*** Stored data Section Begins ***

@dataclass
class Posterior:
    """The posterior the job tunes, and the one counted evaluator every stage evaluates it through.

    Attributes
    ----------
    names : list of str
    bounds : ndarray of shape (d, 2)
        Low and high bound of each parameter (infinite where open).
    start : ndarray of shape (d,)
    counted : CountedEvaluator
    prior_terms : PriorTerms or None
        The prior given apart from the likelihood, if any.
    evaluator : evaluator
        What the counted evaluator calls (in-process, threads, workers, Dask).
    """

    names: list
    bounds: np.ndarray
    start: np.ndarray
    counted: CountedEvaluator
    prior_terms: PriorTerms | None
    evaluator: object

    @property
    def dim(self) -> int:
        return self.start.shape[0]

    @property
    def time_limit(self) -> float | None:
        return getattr(self.evaluator, "time_limit", None)


def prepare_posterior(log_density, start, names, bounds, *, vectorized, evaluator, log_prior, prior,
                      checkpoint) -> Posterior:
    """Assemble the posterior from the model and a prior given apart; evaluates nothing.

    ``log_density`` is the log-posterior, or the log-likelihood when
    ``log_prior`` or ``prior`` is given. With an ``evaluator`` (workers) the
    likelihood is computed there and the prior added here.
    """
    prior_terms = None
    if log_prior is not None or prior is not None:
        prior_terms = PriorTerms(log_prior, prior, names, bounds, vectorized)
        if evaluator is not None:
            evaluator = PriorAddedEvaluator(evaluator, prior_terms)
        else:
            log_density = prior_terms.posterior(log_density)
    base = evaluator if evaluator is not None else InProcessEvaluator(log_density, vectorized)
    return Posterior(names, bounds, start, CountedEvaluator(base, bounds, checkpoint), prior_terms, base)


def check_start(posterior: Posterior) -> None:
    """Evaluate the start point; a start outside the support is the user's error."""
    first = posterior.counted(posterior.start[None, :])
    if first.errors or not np.isfinite(first.values[0]):
        if first.errors:
            detail = first.errors[0].strip().splitlines()[-1]
            raise TargetError(f"evaluating the log-density at the start point failed ({detail}).")
        raise TargetError(
            f"the log-density at the start point is not finite (value {first.values[0]}); choose a start inside the support."
        )


#: Moves of each parameter alone, in its rough scale, when probing whether the log-density depends on it.
PROBE_MOVES = (-4.0, -1.0, 1.0, 4.0)


def unused_parameters(posterior: Posterior, scales: np.ndarray) -> list:
    """Parameters the log-density does not depend on, found by moving each alone from the start.

    Each parameter not bounded on both sides is moved by ``PROBE_MOVES`` times
    its scale (moves that leave its bounds are dropped), all in one batch
    through ``posterior.counted``. A parameter is unused when at least two
    moves stayed inside and every value equals the start's exactly: no
    change at all, so nothing makes the posterior proper along it. A flat
    density on a finite interval is proper, so parameters bounded on both
    sides are not probed.

    Parameters
    ----------
    posterior : Posterior
    scales : ndarray of shape (d,)
        A rough scale per parameter.

    Returns
    -------
    list of str
        The names of the unused parameters (empty when every probed parameter matters).
    """
    start, bounds = posterior.start, posterior.bounds
    probed = [i for i in range(posterior.dim) if not np.all(np.isfinite(bounds[i]))]
    points, owners = [], []
    for i in probed:
        for move in PROBE_MOVES:
            value = start[i] + move * scales[i]
            if bounds[i, 0] < value < bounds[i, 1] and value != start[i]:
                point = start.copy()
                point[i] = value
                points.append(point)
                owners.append(i)
    if not points:
        return []
    result = posterior.counted(np.array([start] + points))
    values, owners = result.values, np.array(owners)
    flat = []
    for i in probed:
        mine = values[1:][owners == i]
        if mine.size >= 2 and not result.errors and np.isfinite(values[0]) and np.all(mine == values[0]):
            flat.append(posterior.names[i])
    return flat


def check_parameters_used(posterior: Posterior, scales: np.ndarray) -> None:
    """Stop with a one-line error when the log-density does not depend on some parameters (an improper posterior)."""
    flat = unused_parameters(posterior, scales)
    if not flat:
        return
    which = ", ".join(flat)
    everything = len(flat) == posterior.dim
    raise TargetError(
        f"the log-density does not change when {which} {'move' if len(flat) > 1 else 'moves'} alone"
        + (" (it is flat)" if everything else "")
        + f", so the posterior is not proper along {'them' if len(flat) > 1 else 'it'}; add a prior for "
        f"{which} (PRIOR or LOG_PRIOR in the model file, prior= in Python) or a lower and an upper bound (--bound NAME=LOW:HIGH)."
    )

*** Stored data Section Ends ***

### Action item
Repeat the records word for word.

### Answer to this problem
@dataclass
class Posterior:
    """The posterior the job tunes, and the one counted evaluator every stage evaluates it through.

    Attributes
    ----------
    names : list of str
    bounds : ndarray of shape (d, 2)
        Low and high bound of each parameter (infinite where open).
    start : ndarray of shape (d,)
    counted : CountedEvaluator
    prior_terms : PriorTerms or None
        The prior given apart from the likelihood, if any.
    evaluator : evaluator
        What the counted evaluator calls (in-process, threads, workers, Dask).
    """

    names: list
    bounds: np.ndarray
    start: np.ndarray
    counted: CountedEvaluator
    prior_terms: PriorTerms | None
    evaluator: object

    @property
    def dim(self) -> int:
        return self.start.shape[0]

    @property
    def time_limit(self) -> float | None:
        return getattr(self.evaluator, "time_limit", None)


def prepare_posterior(log_density, start, names, bounds, *, vectorized, evaluator, log_prior, prior,
                      checkpoint) -> Posterior:
    """Assemble the posterior from the model and a prior given apart; evaluates nothing.

    ``log_density`` is the log-posterior, or the log-likelihood when
    ``log_prior`` or ``prior`` is given. With an ``evaluator`` (workers) the
    likelihood is computed there and the prior added here.
    """
    prior_terms = None
    if log_prior is not None or prior is not None:
        prior_terms = PriorTerms(log_prior, prior, names, bounds, vectorized)
        if evaluator is not None:
            evaluator = PriorAddedEvaluator(evaluator, prior_terms)
        else:
            log_density = prior_terms.posterior(log_density)
    base = evaluator if evaluator is not None else InProcessEvaluator(log_density, vectorized)
    return Posterior(names, bounds, start, CountedEvaluator(base, bounds, checkpoint), prior_terms, base)


def check_start(posterior: Posterior) -> None:
    """Evaluate the start point; a start outside the support is the user's error."""
    first = posterior.counted(posterior.start[None, :])
    if first.errors or not np.isfinite(first.values[0]):
        if first.errors:
            detail = first.errors[0].strip().splitlines()[-1]
            raise TargetError(f"evaluating the log-density at the start point failed ({detail}).")
        raise TargetError(
            f"the log-density at the start point is not finite (value {first.values[0]}); choose a start inside the support."
        )


#: Moves of each parameter alone, in its rough scale, when probing whether the log-density depends on it.
PROBE_MOVES = (-4.0, -1.0, 1.0, 4.0)


def unused_parameters(posterior: Posterior, scales: np.ndarray) -> list:
    """Parameters the log-density does not depend on, found by moving each alone from the start.

    Each parameter not bounded on both sides is moved by ``PROBE_MOVES`` times
    its scale (moves that leave its bounds are dropped), all in one batch
    through ``posterior.counted``. A parameter is unused when at least two
    moves stayed inside and every value equals the start's exactly: no
    change at all, so nothing makes the posterior proper along it. A flat
    density on a finite interval is proper, so parameters bounded on both
    sides are not probed.

    Parameters
    ----------
    posterior : Posterior
    scales : ndarray of shape (d,)
        A rough scale per parameter.

    Returns
    -------
    list of str
        The names of the unused parameters (empty when every probed parameter matters).
    """
    start, bounds = posterior.start, posterior.bounds
    probed = [i for i in range(posterior.dim) if not np.all(np.isfinite(bounds[i]))]
    points, owners = [], []
    for i in probed:
        for move in PROBE_MOVES:
            value = start[i] + move * scales[i]
            if bounds[i, 0] < value < bounds[i, 1] and value != start[i]:
                point = start.copy()
                point[i] = value
                points.append(point)
                owners.append(i)
    if not points:
        return []
    result = posterior.counted(np.array([start] + points))
    values, owners = result.values, np.array(owners)
    flat = []
    for i in probed:
        mine = values[1:][owners == i]
        if mine.size >= 2 and not result.errors and np.isfinite(values[0]) and np.all(mine == values[0]):
            flat.append(posterior.names[i])
    return flat


def check_parameters_used(posterior: Posterior, scales: np.ndarray) -> None:
    """Stop with a one-line error when the log-density does not depend on some parameters (an improper posterior)."""
    flat = unused_parameters(posterior, scales)
    if not flat:
        return
    which = ", ".join(flat)
    everything = len(flat) == posterior.dim
    raise TargetError(
        f"the log-density does not change when {which} {'move' if len(flat) > 1 else 'moves'} alone"
        + (" (it is flat)" if everything else "")
        + f", so the posterior is not proper along {'them' if len(flat) > 1 else 'it'}; add a prior for "
        f"{which} (PRIOR or LOG_PRIOR in the model file, prior= in Python) or a lower and an upper bound (--bound NAME=LOW:HIGH)."
    )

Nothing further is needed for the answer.